Probably more realistic than this concept. Nice little story. First thing I thought of. Do you suppose that Priestman may have read it?


----------



## Trogdor (Jun 24, 2011)

So, what happens when one of those trains goes into emergency during a transfer?


----------



## GG-1 (Jun 24, 2011)

Aloha

They weren't high speed but Disney has many vehicles that do not stop for boarding. First I seem to remember was the People Mover in Tomorrow Land


----------



## The Davy Crockett (Jun 24, 2011)

An interesting concept. IMHO I think this would be a very expensive system to implement and operate. So in order for a system like this to be constructed, it would either have to result in significant time savings or there would need to be a large perceived premium in the time saved.
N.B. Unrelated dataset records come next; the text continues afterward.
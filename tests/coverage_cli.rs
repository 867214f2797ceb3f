//! `ribbonmap coverage` end to end: JSON contract, the cache (second run
//! from cache, `--no-cache` recomputes), side-by-side formats.

use assert_cmd::Command;

fn coverage(cache: &std::path::Path, args: &[&str]) -> serde_json::Value {
    let out = Command::cargo_bin("ribbonmap")
        .unwrap()
        .env("RIBBONMAP_CACHE_DIR", cache)
        .arg("coverage")
        .args(args)
        .assert()
        .success();
    serde_json::from_slice(&out.get_output().stdout).unwrap()
}

#[test]
fn three_input_coverage_is_cached_and_consistent() {
    let dir = tempfile::tempdir().unwrap();
    let args = [
        "--lib",
        "ribbon3",
        "--lib",
        "nand-nor-inv",
        "--inputs",
        "3",
        "--format",
        "json",
    ];
    let first = coverage(dir.path(), &args);
    let libs = first["libraries"].as_array().unwrap();
    assert_eq!(libs.len(), 2);
    for lib in libs {
        assert_eq!(lib["inputs"], 3);
        assert_eq!(lib["functions"], 256);
        let total: u64 = lib["histogram"]
            .as_object()
            .unwrap()
            .values()
            .map(|v| v.as_u64().unwrap())
            .sum();
        // Every one of the 2^8 functions is counted once (integer arithmetic).
        assert_eq!(total, 256);
        // Constants and the three literals cost nothing.
        assert_eq!(lib["histogram"]["0"], 5);
        assert_eq!(lib["cached"], false);
    }
    // ribbon3 realises in one cell: 3 inverted literals, and the 2- and
    // 3-input cells over every choice of inputs (each counted by the
    // functions they produce; checked against the library list).
    assert!(libs[0]["one_cell"].as_u64().unwrap() > libs[1]["one_cell"].as_u64().unwrap());
    let second = coverage(dir.path(), &args);
    for (a, b) in first["libraries"]
        .as_array()
        .unwrap()
        .iter()
        .zip(second["libraries"].as_array().unwrap())
    {
        assert_eq!(a["histogram"], b["histogram"]);
        assert_eq!(b["cached"], true);
    }
    let mut again = args.to_vec();
    again.push("--no-cache");
    let third = coverage(dir.path(), &again);
    assert_eq!(third["libraries"][0]["cached"], false);
    assert_eq!(
        third["libraries"][0]["histogram"],
        first["libraries"][0]["histogram"]
    );
}

#[test]
fn text_markdown_csv_side_by_side() {
    let dir = tempfile::tempdir().unwrap();
    for format in ["text", "markdown", "csv", "latex"] {
        let out = Command::cargo_bin("ribbonmap")
            .unwrap()
            .env("RIBBONMAP_CACHE_DIR", dir.path())
            .args([
                "coverage",
                "--lib",
                "ribbon3",
                "--lib",
                "ribbon3-nomaj",
                "--inputs",
                "3",
            ])
            .args(["--format", format])
            .assert()
            .success();
        let text = String::from_utf8(out.get_output().stdout.clone()).unwrap();
        assert!(text.contains("ribbon3-nomaj"), "{format}: {text}");
        assert!(text.contains("one cell"), "{format}: {text}");
    }
}

#[test]
fn bad_inputs_exit_2() {
    Command::cargo_bin("ribbonmap")
        .unwrap()
        .args(["coverage", "--inputs", "7"])
        .assert()
        .code(2);
}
Nevertheless, it is an interesting idea. THANKS for sharing!


----------



## GlobalistPotato (Jun 30, 2011)

I've seen a different design for a "nonstop HSR stop" idea, the one in my case being a separate "pod" that is carried on top of the train and is dropped off'/picked up at stations.

I'd like to show the link, but the website where I found it is currently down.


----------